= Raymond Jack Last =

Australian surgeon and anatomist (1903–1993)

Raymond Jack Last (26 May 1903 – 1 January 1993), comparative anatomist, was Anatomical Curator Royal College of Surgeons 1946–50, Professor of Applied Anatomy 1950–70, Warden of Nuffield College of Surgical Sciences 1949–70, and Visiting Professor UCLA 1970–88. Last was an outstanding lecturer in postgraduate anatomy, and belonged to a small set of anatomists who were initially practising surgeons and then made a career teaching it.

==Biography==
Henry Last, his grandfather, was from Debenham in Suffolk and jumped ship to settle in South Australia. His wife was Mary Ann Bowden who had Cornish roots. They later settled in Adelaide.
Henry's eldest surviving son, John Last, worked at an Adelaide stationer and bookseller. John and his wife had 3 children, Raymond and two younger sisters, all being diligent and studious.
Raymond first attended North Adelaide Primary School, from where he went on to the Adelaide Boys' High School, where another scholar and classmate was Mark Oliphant, who went on to become an eminent physicist and later, Governor of South Australia.

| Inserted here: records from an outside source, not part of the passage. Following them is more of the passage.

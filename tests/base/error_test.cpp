#include "palier/base/error.hpp"

#include <catch2/catch.hpp>
#include <stdexcept>
#include <string>
#include <type_traits>

using palier::base::InputError;
using palier::base::Place;

namespace {

std::string text(const InputError& error) { return error.what(); }

}  // namespace

TEST_CASE("an input error says file, line, column, key, problem and hint", "[base][errors]") {
  const InputError error({"plate.yaml", 12, 5}, "walls.both[2].thickness", "found -3 mm; expected above 0",
                         "nearest: 3 mm");
  CHECK(text(error) == "plate.yaml:12:5: walls.both[2].thickness: found -3 mm; expected above 0; nearest: 3 mm");
  CHECK(error.place().file == "plate.yaml");
  CHECK(error.place().line == 12);
  CHECK(error.place().column == 5);
  CHECK(error.key() == "walls.both[2].thickness");
  CHECK(error.hint() == "nearest: 3 mm");
}

TEST_CASE("an input error leaves out what is unknown", "[base][errors]") {
  CHECK(text(InputError("no more")) == "no more");
  CHECK(text(InputError(Place{}, "", "no more")) == "no more");
  CHECK(text(InputError(Place{}, "alloy", "no more")) == "alloy: no more");
  CHECK(text(InputError({"a.yaml", 0, 0}, "alloy", "no more")) == "a.yaml: alloy: no more");
  CHECK(text(InputError({"a.yaml", 4, 0}, "", "no more")) == "a.yaml:4: no more");
  CHECK(text(InputError({"", 4, 2}, "alloy", "no more", "less")) == "alloy: no more; less");
  CHECK(InputError("no more").key().empty());
  CHECK(InputError("no more").hint().empty());
}

TEST_CASE("the kinds of failure are told apart", "[base][errors]") {
  using palier::base::FileTrouble;
  using palier::base::NoSolution;
  CHECK(std::is_base_of_v<std::runtime_error, NoSolution>);
  CHECK_FALSE(std::is_base_of_v<InputError, NoSolution>);
  CHECK_FALSE(std::is_base_of_v<InputError, FileTrouble>);
  CHECK_FALSE(std::is_base_of_v<NoSolution, FileTrouble>);
  CHECK(std::string(FileTrouble("disk full").what()) == "disk full");
}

Assisted by a State Bursary, he enrolled at the University of Adelaide, and though underage, obtained permission to start the medical course. A brilliant trio headed the Medical School — John Burton Cleland in Pathology, Thorburn Brailsford Robertson in Physiology, and Frederic Wood Jones in Anatomy. Last was top student in all but the final year, and graduated MB BS in 1924.

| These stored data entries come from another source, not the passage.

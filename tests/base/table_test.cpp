#include "palier/base/table.hpp"

#include <catch2/catch.hpp>
#include <limits>
#include <stdexcept>
#include <vector>

using palier::base::Table;

TEST_CASE("a constant table has one value, no slope and a straight integral", "[base][table]") {
  const Table t(3.5);
  CHECK(t.is_constant());
  CHECK(t(-1e9) == 3.5);
  CHECK(t(1e9) == 3.5);
  CHECK(t.slope(0) == 0);
  CHECK(t.slope(7) == 0);
  CHECK(t.integral(-2, 4) == Approx(21).epsilon(1e-15));
  CHECK(t.smallest() == 3.5);
  CHECK(t.largest() == 3.5);
  CHECK(Table()(12) == 0);
}

TEST_CASE("a table of one point is that constant", "[base][table]") {
  const Table t({300}, {2});
  CHECK(t.is_constant());
  CHECK(t(0) == 2);
  CHECK(t(300) == 2);
  CHECK(t.integral(290, 310) == Approx(40).epsilon(1e-15));
}

TEST_CASE("a table is straight between its points and constant beyond them", "[base][table]") {
  const Table t({0, 2, 6}, {1, 5, 3});
  CHECK_FALSE(t.is_constant());
  CHECK(t(-10) == 1);
  CHECK(t(0) == 1);
  CHECK(t(0.5) == Approx(2).epsilon(1e-15));
  CHECK(t(2) == 5);
  CHECK(t(5) == Approx(3.5).epsilon(1e-15));
  CHECK(t(6) == 3);
  CHECK(t(60) == 3);
  CHECK(t.smallest() == 1);
  CHECK(t.largest() == 5);
}

TEST_CASE("the slope of a table is that right of a point, and 0 outside", "[base][table]") {
  const Table t({0, 2, 6}, {1, 5, 3});
  CHECK(t.slope(-1) == 0);
  CHECK(t.slope(0) == 2);
  CHECK(t.slope(1.9) == 2);
  CHECK(t.slope(2) == -0.5);
  CHECK(t.slope(5.9) == -0.5);
  CHECK(t.slope(6) == 0);
  CHECK(t.slope(7) == 0);
}

TEST_CASE("the integral of a table is the area of its trapezoids", "[base][table]") {
  const Table t({0, 2, 6}, {1, 5, 3});
  CHECK(t.integral(0, 2) == Approx(6).epsilon(1e-15));
  CHECK(t.integral(0, 6) == Approx(22).epsilon(1e-15));
  CHECK(t.integral(1, 4) == Approx(4 + 9).epsilon(1e-15));
  CHECK(t.integral(-3, 0) == Approx(3).epsilon(1e-15));
  CHECK(t.integral(6, 8) == Approx(6).epsilon(1e-15));
  CHECK(t.integral(-1, 7) == Approx(1 + 22 + 3).epsilon(1e-15));
  CHECK(t.integral(4, 1) == Approx(-13).epsilon(1e-15));
  CHECK(t.integral(3, 3) == 0);
}

TEST_CASE("the derivative of a table's integral is the table", "[base][table]") {
  const Table t({300, 466.7, 933.47}, {901.5, 985.6, 1257.8});
  for (const double x : {250.0, 350.0, 600.0, 900.0, 1000.0})
    CHECK(t.integral(x - 0.01, x + 0.01) / 0.02 == Approx(t(x)).epsilon(1e-9));
}

TEST_CASE("points that make no table are refused", "[base][table][errors]") {
  const double infinite = std::numeric_limits<double>::infinity(), nan = std::numeric_limits<double>::quiet_NaN();
  const auto make = [](const std::vector<double>& x, const std::vector<double>& y) { return Table(x, y); };
  CHECK_THROWS_AS(make({}, {}), std::invalid_argument);
  CHECK_THROWS_WITH(make({}, {}), "a table needs as many values as points");
  CHECK_THROWS_WITH(make({1, 2}, {1}), "a table needs as many values as points");
  CHECK_THROWS_WITH(make({1, 1}, {1, 2}), "the points of a table must rise");
  CHECK_THROWS_WITH(make({2, 1}, {1, 2}), "the points of a table must rise");
  CHECK_THROWS_WITH(make({1, nan}, {1, 2}), "a table needs finite points");
  CHECK_THROWS_WITH(make({1, infinite}, {1, 2}), "a table needs finite points");
  CHECK_THROWS_WITH(make({1, 2}, {1, nan}), "a table needs finite points");
  CHECK_THROWS_WITH(Table(nan), "a table needs finite values");
  CHECK_THROWS_AS(Table(infinite), std::invalid_argument);
}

In June 1939 Last and his second wife Margret, who had been Matron at Booleroo Centre District Hospital, set off for England in order to become a Fellow of the Royal College of Surgeons. With the start of World War II in September 1939 they began work at the Emergency Medical Service at the North London Fever Hospital at Winchmore Hill, later to become an annexe of the Royal London Hospital. Here Last worked under Henry Souttar.

As a member of the Australian Army Medical Corps Last was turned down by the British Army, so he was obliged to return to Australia to enlist there. MV Napier Star was torpedoed in the Irish Sea on 18 December 1940 (see List of shipwrecks in December 1940#18 December), only 28 of 99 people surviving, among which were Raymond and Margret Last. Raymond Last wrote an account of the event. They joined the British Red Cross Society and Last led a surgical team, his wife Margret being principal nurse, that formed part of the British forces sent to end the Italian occupation of Abyssinia. Last spent three years there, becoming personal physician to the Emperor Haile Selassie and his family. The closing year of the War saw Last heading a medical unit in Borneo, providing medical care for the civilian population.

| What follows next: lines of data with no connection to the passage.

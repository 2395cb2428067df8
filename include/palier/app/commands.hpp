// The commands of the palier program.
#pragma once

#include <string>

namespace palier::app {

/// Exit statuses of the program.
enum ExitStatus { done = 0, input_refused = 2, no_solution = 3, file_trouble = 4, internal_error = 70 };

struct CheckOptions {
  std::string case_file;
  std::string library;  ///< folder of alloys and molds
};

struct RunOptions {
  std::string case_file;
  std::string library;
  std::string output;        ///< result file; empty: none
  bool json = false;         ///< answer for programs instead of the table
  bool quiet = false;        ///< no progress bar
  std::string command_line;  ///< for the provenance
};

struct AlloyOptions {
  std::string name;  ///< in the library or beside, or a file ending in .yaml
  std::string library;
  std::string composition;   ///< "Cu 4.5 %"; empty: that of the file
  std::string rule;          ///< of the path told in detail; empty: the file's default
  std::string cooling_rate;  ///< "1 K/s": adds the rules of back-diffusion; empty: none
  std::string diagram;       ///< picture to draw, .png or .svg; empty: none
  bool table = false;        ///< fraction solid against temperature
  bool json = false;
};

/// Reads and resolves a case and prints it with the source of every value; solves nothing.
void check(const CheckOptions& options);

/// Runs a case; prints the table or JSON and writes the result file.
void run(const RunOptions& options);

/// How an alloy freezes: liquidus, end of freezing by each rule, arrests, path.
void show_alloy(const AlloyOptions& options);

/// Parses the command line, runs what it asks for, prints errors to stderr. Returns the exit status.
int main(int argc, char** argv);

}  // namespace palier::app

When Last returned to London and the Royal College of Surgeons, the Professor of Anatomy was Frederic Wood Jones, who had tutored Last in Adelaide, and inspired an enduring interest in comparative anatomy. After some years as anatomy demonstrator and curator, Last was appointed Professor of Applied Anatomy in 1950. His textbook, 'Anatomy Regional and Applied', was first published in 1954 and heralded a new generation of anatomy texts providing a more concise option to 'Gray's Anatomy' or Cunningham's 'Textbook of Anatomy'. His own drawings were used as illustrations. It became known for its readability and interest, as it presented medical and surgical anatomy in a practical light, rather than as a colourless academic exercise. Although this is no longer a commonly held opinion, Last's Anatomy (9th Edition) is currently the recommended text by the Australasian college of Surgeons. As expected of its time, earlier editions of the textbook denote female anatomy as derivative of its male counterparts, with lesser emphasis placed on their importance and description. Last became first Warden of the Nuffield College of Surgical Sciences, the residence for medical students. On his retiring a common room was named in his honour.

From 1970 to 1987 he held the chair of visiting professor in the department of anatomy at the University of California, Los Angeles. This appointment enabled his spending winter breaks in Adelaide, where he gave lectures and demonstrations in the dissecting room of the Adelaide Medical School, often making use of his superb chalk diagrams.

The Lasts chose Malta as a final place of retirement, partly because of its tax laws and partly because of his circle of friends, which included expatriate English people, local Maltese and a sprinkling of surgeons. Failing vision limited his drawing skills; and he suffered from senile gait syndrome, necessitating assistance when standing or walking. Margret died in January 1989, and Last stayed on in Malta.

He had two sons, John and Peter, by his first wife, both graduating in medicine from Adelaide University. He had no share in their upbringing.